Victor Costello
- Born: Victor Costello 23 October 1970 (age 55)
- Height: 1.96 m (6 ft 5 in)
- Weight: 122 kg (19 st 3 lb)
- School: Blackrock College

Rugby union career
- Position(s): Number 8, Blindside flanker
- Current team: retired

Amateur team(s)
- Years: Team / Apps / (Points)
- 1992–1994: Blackrock College
- 1994-1996/1997-2005: St. Mary's College
- Correct as of 11 July 2014

Senior career
- Years: Team / Apps / (Points)
- 1996–1997: London Irish / 8 / (5)
- Correct as of 11 July 2014

Provincial / State sides
- Years: Team / Apps / (Points)
- 1993–1995: Connacht
- 1995-1996/1997-2005: Leinster / 121 / (80)
- Correct as of 11 July 2014

International career
- Years: Team / Apps / (Points)
- 1996–2004: Ireland / 39 / (20)
- Correct as of 11 July 2014

= Victor Costello =

Irish rugby union player

Victor Carton Patrick Costello (born 23 October 1970) is a retired Irish rugby union player and Olympic shot-putter.

==Athletics career==
Costello is a former five-time Irish shot put champion; he finished in 22nd place at the 1992 Summer Olympics in Barcelona.

==Rugby career==
Playing senior rugby throughout the 1990s until his retirement in 2005, Costello's rugby career with Leinster and Ireland straddled the amateur and professional eras. He was part of the Irish team at the 2003 Rugby World Cup and also had spells with Connacht and London Irish.

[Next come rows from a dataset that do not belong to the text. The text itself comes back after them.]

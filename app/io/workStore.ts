import { createStore, delMany, getMany, keys, setMany, type UseStore } from 'idb-keyval';

/** What the list of autosaved work shows of one piece of work. */
export interface WorkRecord {
  id: string;
  /** When it was last saved, ms since 1970 (Date.now()). */
  savedAt: number;
  title: string;
}

const META = 'meta:';
const DOCUMENT = 'document:';

/**
 * Work in progress kept in the browser's IndexedDB through idb-keyval: per piece of work a
 * small record for listing and the document itself, always written together in one
 * transaction, so a crash mid-save leaves the previous save whole.
 */
export class WorkStore {
  private readonly store: UseStore;

  constructor(databaseName = 'conecast-work') {
    this.store = createStore(databaseName, 'work');
  }

  /** Every saved piece of work, newest first. */
  async list(): Promise<WorkRecord[]> {
    const metaKeys = (await keys<string>(this.store)).filter((key) => key.startsWith(META));
    const records = await getMany<WorkRecord>(metaKeys, this.store);
    return records
      .filter((record): record is WorkRecord => record !== undefined)
      .sort((a, b) => b.savedAt - a.savedAt);
  }

  /** The document saved for `id`, as stored (check it before use), or undefined. */
  async load(id: string): Promise<unknown> {
    const [document] = await getMany([DOCUMENT + id], this.store);
    return document;
  }

  /** Saves the record and its document together, or neither (one transaction). */
  async save(record: WorkRecord, document: unknown): Promise<void> {
    await setMany(
      [
        [DOCUMENT + record.id, document],
        [META + record.id, record],
      ],
      this.store,
    );
  }

  async remove(id: string): Promise<void> {
    await delMany([META + id, DOCUMENT + id], this.store);
  }
}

===Irish Rugby player file===
- Official Leinster caps: 126
- Points scored: 80 (16 tries)
- Celtic League/Cup caps: 38 (5 tries)
- Heineken Cup caps: 57 (5 tries)
- Senior debut: Friendly, 46–11 win v Natal XV at Anglesea Road, 25 October 1995
- Heineken Cup debut: 24–21 win v Milan in Italy, 1 November 1995
- Ireland caps: 39 (January 1996 – 2004)
- Ireland points: 20 (4 tries)
- Ireland "A" caps: 9
- Ireland Under-21 caps: 2
- Ireland Schools caps: 4
- Leinster Under-20/21 caps: 1

==Other work and family==
Costello provides TV and radio analysis for RTÉ Sport on-field events in major athletics championships, including the 2012 London Olympics. He also works as a pilot for Ryan Air, and is a committee member of the rugby sevens club, Shamrock Warriors. His sister Suzanne is an Irish international hockey player, sprinter and director of the Samaritans (Charity). His father Paddy was also a shot putter and Irish International rugby player, playing second row.